● About this task
Please write out the records exactly.

● Records excerpted from a collection
++++++
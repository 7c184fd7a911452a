import type { Quantiser } from './quantise.ts';

/**
 * Counts of one field's tables as weights in which no token has none.
 *
 * A context counts four tokens more, spread as in all contexts of the field together; there every
 * token counts 1/16 more. The first record's table, and that of a field without context, stand
 * alone: every token counts 1/8 more.
 */

/** A token met once, so that shares of the added counts are whole numbers. */
const ONE = 1024;
const ADDED = 4 * ONE;
const TRIFLE = ONE / 8;

/** Total of quantised frequencies. */
export const TABLE_BITS = 14;
export const TABLE_TOTAL = 2 ** TABLE_BITS;

/**
 * Fills `weights[from …]` from `counts` at the same places: `tables` tables of `tokens` each, the
 * first one that of first records.
 *
 * Weights are integers ≥ 1; up to 2^28 records, they and their products with a total stay below 2^53.
 */
export function weighTables(
  counts: Float64Array,
  weights: Float64Array,
  from: number,
  tables: number,
  tokens: number,
): void {
  const common = new Float64Array(tokens);
  let all = tokens;
  for (let table = 1; table < tables; table++) {
    for (let token = 0; token < tokens; token++) {
      const count = 16 * counts[from + table * tokens + token];
      common[token] += count;
      all += count;
    }
  }
  for (let token = 0; token < tokens; token++) {
    weights[from + token] = ONE * counts[from + token] + TRIFLE;
    const added = tables > 2 ? 1 + Math.floor((ADDED * (common[token] + 1)) / all) : TRIFLE;
    for (let table = 1; table < tables; table++) {
      const at = from + table * tokens + token;
      weights[at] = ONE * counts[at] + added;
    }
  }
}

/** The tables of {@link weighTables}, each brought to a total of {@link TABLE_TOTAL}. */
export function quantiseTables(
  quantiser: Quantiser,
  weights: Float64Array,
  frequencies: Uint32Array,
  from: number,
  tables: number,
  tokens: number,
): void {
  for (let table = 0; table < tables; table++) {
    const at = from + table * tokens;
    quantiser.quantise(weights, frequencies, at, at + tokens, TABLE_TOTAL);
  }
}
++++++
● Solution to this problem
repository 7c184fd7a911452a
import type { Quantiser } from './quantise.ts';

/**
 * Counts of one field's tables as weights in which no token has none.
 *
 * A context counts four tokens more, spread as in all contexts of the field together; there every
 * token counts 1/16 more. The first record's table, and that of a field without context, stand
 * alone: every token counts 1/8 more.
 */

/** A token met once, so that shares of the added counts are whole numbers. */
const ONE = 1024;
const ADDED = 4 * ONE;
const TRIFLE = ONE / 8;

/** Total of quantised frequencies. */
export const TABLE_BITS = 14;
export const TABLE_TOTAL = 2 ** TABLE_BITS;

/**
 * Fills `weights[from …]` from `counts` at the same places: `tables` tables of `tokens` each, the
 * first one that of first records.
 *
 * Weights are integers ≥ 1; up to 2^28 records, they and their products with a total stay below 2^53.
 */
export function weighTables(
  counts: Float64Array,
  weights: Float64Array,
  from: number,
  tables: number,
  tokens: number,
): void {
  const common = new Float64Array(tokens);
  let all = tokens;
  for (let table = 1; table < tables; table++) {
    for (let token = 0; token < tokens; token++) {
      const count = 16 * counts[from + table * tokens + token];
      common[token] += count;
      all += count;
    }
  }
  for (let token = 0; token < tokens; token++) {
    weights[from + token] = ONE * counts[from + token] + TRIFLE;
    const added = tables > 2 ? 1 + Math.floor((ADDED * (common[token] + 1)) / all) : TRIFLE;
    for (let table = 1; table < tables; table++) {
      const at = from + table * tokens + token;
      weights[at] = ONE * counts[at] + added;
    }
  }
}

/** The tables of {@link weighTables}, each brought to a total of {@link TABLE_TOTAL}. */
export function quantiseTables(
  quantiser: Quantiser,
  weights: Float64Array,
  frequencies: Uint32Array,
  from: number,
  tables: number,
  tokens: number,
): void {
  for (let table = 0; table < tables; table++) {
    const at = from + table * tokens;
    quantiser.quantise(weights, frequencies, at, at + tokens, TABLE_TOTAL);
  }
}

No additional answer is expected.